In July 2009, the Company issued 1,009 share of common stock to a director as part of his compensation for services. The Company valued these shares at the fair market value on the date of grant of $9.91 per share, or $10,000 in total, based on the trading price of common stock (post 40-to-1 reverse split).

As a result of the delay in its ability to transfer cash out of PRC (partially due to the stricter foreign exchange restrictions and regulations imposed in the PRC starting in December 2008), the Company became delinquent on the payment of interests under the November 2007 Debentures and May 2008 Notes in June 2008. On August 10, 2009, the Company and Pope Investments LLC (“Pope”) entered into a Letter Agreement (the “Letter Agreement”), whereby Pope agreed (i) to waive certain provisions set forth in the November 2007 Purchase Agreement, by and between the Company and Pope with respect to the November 2007 Debentures of the Company issued to Pope, and (ii) to waive certain provisions set forth in the May 2008 Securities Purchase Agreement, by and between the Company and the investors who are parties thereto (collectively, the “Investors”) with respect to the May 2008 Notes issued to the Investors. Pope is the holder of $5,000,000 principal amount of the November 2007 Debentures and the holder of $17,000,000 aggregate principal amount of the May 2008 Notes (collectively, the “Pope Notes”).
 
Pursuant to the Letter Agreement, Pope (i) agreed to waive until August 17, 2009 the Events of Default (as defined in the November 2007 Debentures and May 2008 Notes) that have occurred as a result of the Company’s failure to timely make interest payments on the November 2007 Debentures and May 2008 Notes that were due and payable on May 30, 2009, and agreed not to provide written notice to the Company with respect to the occurrence of either of such Events of Default provided that the Company has made such interest payment to the holders of the November 2007 Debentures and the holders of the May 2008 Notes on or prior to August 17, 2009, (ii) agreed that in lieu of payment of the $660,000 in cash interest with respect to the Pope Notes that was due and payable to Pope on May 30, 2009, that the Company shall issue to Pope on or prior to August 17, 2009, 82,500 shares (the “Shares”) of its Common Stock (such payment shall be referred to herein as the “Special Interest Payment”), and (iii) waived each and every applicable provision of the 2007 Purchase Agreement, the 2008 Securities Purchase Agreement (including, without limitation Section 4.17 (Right of First Refusal) and 4.21(c) (Additional Negative Covenants of the Company)), the November 2007 Debentures and the May 2008 Notes, each to the extent necessary in order to permit the Company to make the Special Interest Payment.

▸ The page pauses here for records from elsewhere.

"""Describe the findings that are made of a whole fleet: waivers and class revisions."""

from __future__ import annotations

from checker.finding import Basis, Card, Level

_PRACTICE = "common practice, no source"


def _card(name: str, title: str, level: Level, why: str, text: str, catalogue: tuple[str, ...]) -> Card:
    return Card(id=name, title=title, level=level, basis=Basis.COMMON_PRACTICE, citation=_PRACTICE, why=why,
                text=text, catalogue=catalogue)  # fmt: skip


WAIVER_UNMATCHED = _card(
    "waiver-unmatched", "Every waiver accepts a finding that exists", Level.WARNING,
    "a waiver without a finding hides the next one",
    "A waiver that names a hull, part and check at which nothing is found. Take it out.", ("FLT-04",),
)  # fmt: skip
WAIVER_TOO_WIDE = _card(
    "waiver-too-wide", "A waiver accepts one finding", Level.ERROR,
    "what is accepted without a look is accepted for good",
    "A waiver that matches more than one finding of a hull: name the limit set. It accepts none of them.",
    ("FLT-05",),
)  # fmt: skip
WAIVER_EXPIRED = _card(
    "waiver-expired", "No waiver has run out", Level.ERROR,
    "what was accepted for a time is open again",
    "The day of expiry still counts. After it the finding is open until it is mended or accepted anew.", ("FLT-05",),
)  # fmt: skip
WAIVER_INPUTS_CHANGED = _card(
    "waiver-inputs-changed", "What was accepted is what is there", Level.ERROR,
    "the accepted value is not the present value",
    "A waiver is bound to the fingerprint of the inputs that made the finding: sizes, lengths, ratings, currents. "
    "They have changed since; judge again, and write the new fingerprint if it is still acceptable.", ("FLT-06",),
)  # fmt: skip
CLASS_REVISION = _card(
    "class-revision", "A hull is at the revision of its class", Level.ERROR,
    "a known fault is delivered, and the hull is judged by a drawing that it was not built to",
    "The hull names an older revision than its class has. An error where a revision since then changed something "
    "electrical, a note where it did not. Retrofit the hull, or record its wiring as changes, and raise its revision.",
    ("FLT-07",),
)  # fmt: skip
LENGTH_FAR_FROM_SISTERS = _card(
    "length-far-from-sisters", "A hull's own lengths are like those of its sisters", Level.NOTE,
    "a typing error, or another route than the drawing shows",
    "A length that a hull's own file gives, against the middle length of the same conductor over all hulls of the "
    "class, or, with fewer than three hulls, against the class: more than a quarter and half a metre apart. Not "
    "looked at where single hulls are checked.",
    ("FLT-12",),
)  # fmt: skip
NOT_STUDIED = _card(
    "not-studied", "Every hull could be assembled and studied", Level.ERROR,
    "a hull that was not looked at must not look like one that passed",
    "Its files, or files that it rests on, have faults that are told above. Mend them first.", (),
)  # fmt: skip

SIGNED_CONTENT = _card(
    "signed-content", "A signed hull is wired as it was signed for", Level.WARNING,
    "the signature vouches for another boat than the one that is written down",
    "A signature bears the mark of the wiring that was signed for. The data of the hull, of its class, its options or "
    "its parts have changed since: repeat what that touches and sign again. Before that the hull is not ready.", (),
)  # fmt: skip
SIGNED_TABLES = _card(
    "signed-tables", "A signed hull is judged by what it was signed under", Level.NOTE,
    "what the hull was held against then is not what it is held against now",
    "The wiring is the one that was signed for, but the tool, the limit tables or the yard's own rules have changed "
    "since.", (),
)  # fmt: skip

RESULT_CARDS = (
    WAIVER_UNMATCHED, WAIVER_TOO_WIDE, WAIVER_EXPIRED, WAIVER_INPUTS_CHANGED, CLASS_REVISION,
    LENGTH_FAR_FROM_SISTERS, SIGNED_CONTENT, SIGNED_TABLES, NOT_STUDIED,
)  # fmt: skip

The Company subsequently satisfied its interest payment obligations to the investors and the 82,500 shares of Special Interest Payment were issued on August 10, 2009.

In September 2009, the Company issued 62,500 shares of its common stock in connection with the conversion of $500,000 of May 2008 Convertible Debentures.
 
The Company has performed an evaluation of subsequent events through September 28, 2009, which is the date these consolidated financial statements were issued.
 
See report of independent registered public accounting firm.